Update on Lillian...

I have been in touch with Lillian and she did get some disappointing news yesterday. She does have cancer in her lower jaw and under her tongue. The good news is that it seems to be totally contained to that area. No cancer is showing up anywhere else in her body. But the cancer in her jaw has to be surgically removed asap.

The type of surgery she will need is only done by a few ENT surgeons in the country. It sounds like a very specialized procedure. She's waiting to find out from her insurance provider where they will send her. It will be either Vandy, UK or St. Louis. Obviously, I hope they send her to Vandy so she is close to us and I can be a more helpful sister-in-law through this.

In spite of being bummed out about more cancer and more surgery, Lillian wrote to me about the calming peace, strength and comfort she has found in her relationship with Jesus. I can't even read her words about Jesus without crying. I used to worry so much about her. (She knows this.) I tried - when I had opportunities - to witness to her. I always tried to do so in loving and gentle ways. But I'm so passionately expressive, and I know that sometimes my passion is easily misunderstood. I feared being abrasive, but not so much that I could remain completely silent.
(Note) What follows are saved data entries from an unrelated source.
/** The last stage: trends and steps after the cut. */
function judgeTail(
  track: Track,
  start: { readonly cut: number; readonly capped: boolean; readonly disturbed: boolean },
  noise: number,
  findings: Finding[],
  end: (state: State, cut: number | null, settledFrom?: number | null) => Decision,
): Decision {
  const { time: t } = track;
  const n = t.length;
  const { cut, capped } = start;
  const middle = t[0] + (t[n - 1] - t[0]) / 2;
  const from = start.disturbed ? cut : Math.min(cut, firstAt(t, middle));
  const window = sliceFrom(track, from);
  const tail = sliceFrom(track, cut);
  if (window.time.length < LIMITS.tailSnapshots) {
    const many = window.time.length;
    findings.push({
      code: 'fewAfterCut',
      value: many,
      threshold: LIMITS.tailSnapshots,
      text: `${many} snapshots in the second half; ${LIMITS.tailSnapshots} are needed`,
    });
    return end('undecided', cut);
  }
  const length = window.time[window.time.length - 1] - window.time[0];
  const blocks = blocksIn(length, window.time.length);
  const whole = capped ? window : tail;
  const look = (
    x: Float64Array | null | undefined,
    xPart: Float64Array | null | undefined,
    xAll: Float64Array | null | undefined,
    size: number,
  ): Changes | null => {
    if (!x || !xPart || !xAll) return null;
    const late = changesOf(window.time, x, whole.time, xPart, blocks, size);
    if (late.trend) return late;
    // A slow trend may be lost in the second half and plain in all of the run; there a step or what is
    // left of a transient is better described by two levels than by a line.
    const many = blocksIn(t[n - 1] - t[0], n);
    const all = trendOf(t, xAll, many, size);
    const isLine = all.t * all.t > bestStep(blockMeans(t, xAll, many)).f;
    if (!all.trend || !isLine) return late;
    return { ...late, ...all, change: (all.change * length) / (t[n - 1] - t[0]) };
  };
  const ratio = look(window.ratio, whole.ratio, track.ratio, LIMITS.trendRatio) as Changes;
  const half = look(window.logHalf, whole.logHalf, track.logHalf, LIMITS.trendRadius) as Changes;
  const virial = look(window.logVirial, whole.logVirial, track.logVirial, LIMITS.trendRadius);
  const inner = look(window.logInner, whole.logInner, track.logInner, LIMITS.trendInner);

  const trend = (name: string, { change, t: score }: Changes, size: number): Finding => ({
    code: `trend.${name}`,
    value: change,
    threshold: size,
    text: `${NAMES[name]} changes by ${number(change)} over the last ${number(length)} crossing times (limit ${size}, significance ${number(Math.abs(score))} against ${number(studentPoint(blocks))})`,
  });
  const step = (name: string, { step: s }: Changes, size: number): Finding => ({
    code: `step.${name}`,
    value: s?.jump ?? 0,
    threshold: 2 * size,
    text: `${NAMES[name]} jumps by ${number(s?.jump ?? 0)} at ${number(s?.time ?? 0)} crossing times (limit ${2 * size})`,
  });
  if (ratio.trend || ratio.step) {
    findings.push(
      ratio.trend
        ? trend('ratio', ratio, LIMITS.trendRatio)
        : step('ratio', ratio, LIMITS.trendRatio),
    );
    return end('drifting', cut);
  }
  for (const [name, changes] of [
    ['half', half],
    ['virial', virial],
  ] as const) {
    if (changes?.step && !changes.trend) {
      findings.push(step(name, changes, LIMITS.trendRadius));
      return end('drifting', cut);
    }
  }
  const level = average(blockMeans(window.time, window.ratio, 1).mean);
  const moving = inner?.trend
    ? (['inner', inner, LIMITS.trendInner] as const)
    : half.trend
      ? (['half', half, LIMITS.trendRadius] as const)
      : virial?.trend
        ? (['virial', virial, LIMITS.trendRadius] as const)
        : null;
  if (moving !== null) {
    const [name, changes, size] = moving;
    findings.push(trend(name, changes, size));
    const rate = track.relaxationTime
      ? (Math.abs(changes.change) / length) * track.relaxationTime
      : null;
    const halfRate = track.relaxationTime
      ? (Math.abs(half.change) / length) * track.relaxationTime
      : 0;
    const balanced = Math.abs(level - 1) < Math.max(0.05, 4 * noise);
    const byEncounters =
      rate !== null &&
      rate > LIMITS.relaxingLeast &&
      rate < LIMITS.relaxingMost &&
      balanced &&
      !((track.massChange ?? 0) > LIMITS.massChange) &&
      !(half.trend && halfRate > LIMITS.relaxingMost);
    if (!byEncounters || capped) return end('drifting', cut);
    findings.push({
      code: 'relaxationRate',
      value: rate,
      threshold: LIMITS.relaxingMost,
      text: `that is ${number(rate)} a half-mass relaxation time (encounters: ${LIMITS.relaxingLeast} to ${LIMITS.relaxingMost})`,
    });
    return end('relaxing', cut, cut);
  }
  if (capped) {
    findings.push({
      code: 'noEnd',
      value: (t[cut] - t[0]) / (t[n - 1] - t[0]),
      threshold: LIMITS.capped,
      text: `the change goes on into the last third of the span`,
    });
    return end('drifting', cut);
  }
  findings.push({
    code: 'steady',
    value: ratio.change,
    threshold: LIMITS.trendRatio,
    text: `no trend, step or wave beyond the limits in the last ${number(length)} crossing times; smallest trend of the ratio that would have been seen: ${number(ratio.detectable)}`,
  });
  return end('settled', cut, cut);
}

const NAMES: Record<string, string> = {
  ratio: 'the ratio',
  half: 'ln r_h',
  virial: 'ln r_v',
  inner: 'ln r_10',
};

interface Changes {
  /** Slope times length of the window. */
  readonly change: number;
  readonly t: number;
  readonly trend: boolean;
  readonly step: Step | null;
  /** The smallest change that would have been called a trend. */
  readonly detectable: number;
}

type Trend = Pick<Changes, 'change' | 't' | 'trend' | 'detectable'>;

function trendOf(t: Float64Array, x: Float64Array, blocks: number, size: number): Trend {
  const length = t[t.length - 1] - t[0];
  const line = slopeOf(blockMeans(t, x, blocks));
  const point = studentPoint(blocks);
  let trend = Math.abs(line.t) > point && Math.abs(line.slope) * length > size;
  if (trend) {
    // A trend must go on at the end: the rest of a transient does not.
    const late = firstAt(t, t[t.length - 1] - 0.6 * length);
    if (t.length - late >= 8) {
      const last = slopeOf(blockMeans(t.subarray(late), x.subarray(late), FEWEST_BLOCKS));
      trend =
        last.slope * line.slope > 0 &&
        Math.abs(last.slope) > 0.4 * Math.abs(line.slope) &&
        Math.abs(last.t) > 1.6;
    }
  }
  return {
    change: line.slope * length,
    t: line.t,
    trend,
    detectable: Math.max(size, line.error * point * length),
  };
}

function changesOf(
  t: Float64Array,
  x: Float64Array,
  tPart: Float64Array,
  xPart: Float64Array,
  blocks: number,
  size: number,
): Changes {
  const split = bestStep(blockMeans(tPart, xPart, Math.max(blocks, 6)));
  const stepped = split.f > LIMITS.stepF && Math.abs(split.jump) > 2 * size;
  return { ...trendOf(t, x, blocks, size), step: stepped ? split : lateStep(t, x, size) };
}

/** Number of blocks that are long enough to be nearly independent. */
function blocksIn(length: number, snapshots: number): number {
  return clamp(
    Math.floor(Math.min(length / LIMITS.block, snapshots / 2)),
    FEWEST_BLOCKS,
    MOST_BLOCKS,
  );
}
John's family has always known I am a strong believer and that I won't hesitate to speak up about my faith. But I also try to wait for true God-ordained opportunities and not be offensive or imposing. So I just tried to plant little seeds when I could. And one thing I know Lillian has never doubted is that anything I have ever said has been out of love for her. I'm thankful she always sensed what was in my heart, even if she didn't always share my convictions. I remember many conversations I had with John where I shared my concerns and told him that although I never wanted to offend, I couldn't dismiss the possibility that God put me in Lillian's life for a specific reason. What if I was the one person in her life that would risk her being offended and put off by me attempting to "impose" Jesus on her? Would I place so much value in her having good feelings toward me that I would fail to share the gospel? How could I ever live with that choice if something happened to her?

God heard my prayers and I don't have those worries anymore.

I have watched my sister-in-law grow in amazing ways through her cancer ordeal. I am so proud of her, her grateful heart and her persevering spirit. But most of all, I am overjoyed to witness her faith in Christ grow stronger and stronger. She may not even realize it, but she now is witnessing to me because she is standing in a place where I have not stood. And her faith is inspiring ME. The way God works through us, even in the most difficult circumstances, is amazing to me.

Comments

Anonymous said…
Thanks for the update and thank you for the encouraging words to fear God and not man. We have the good news. When folks reject it they are rejecting Christ.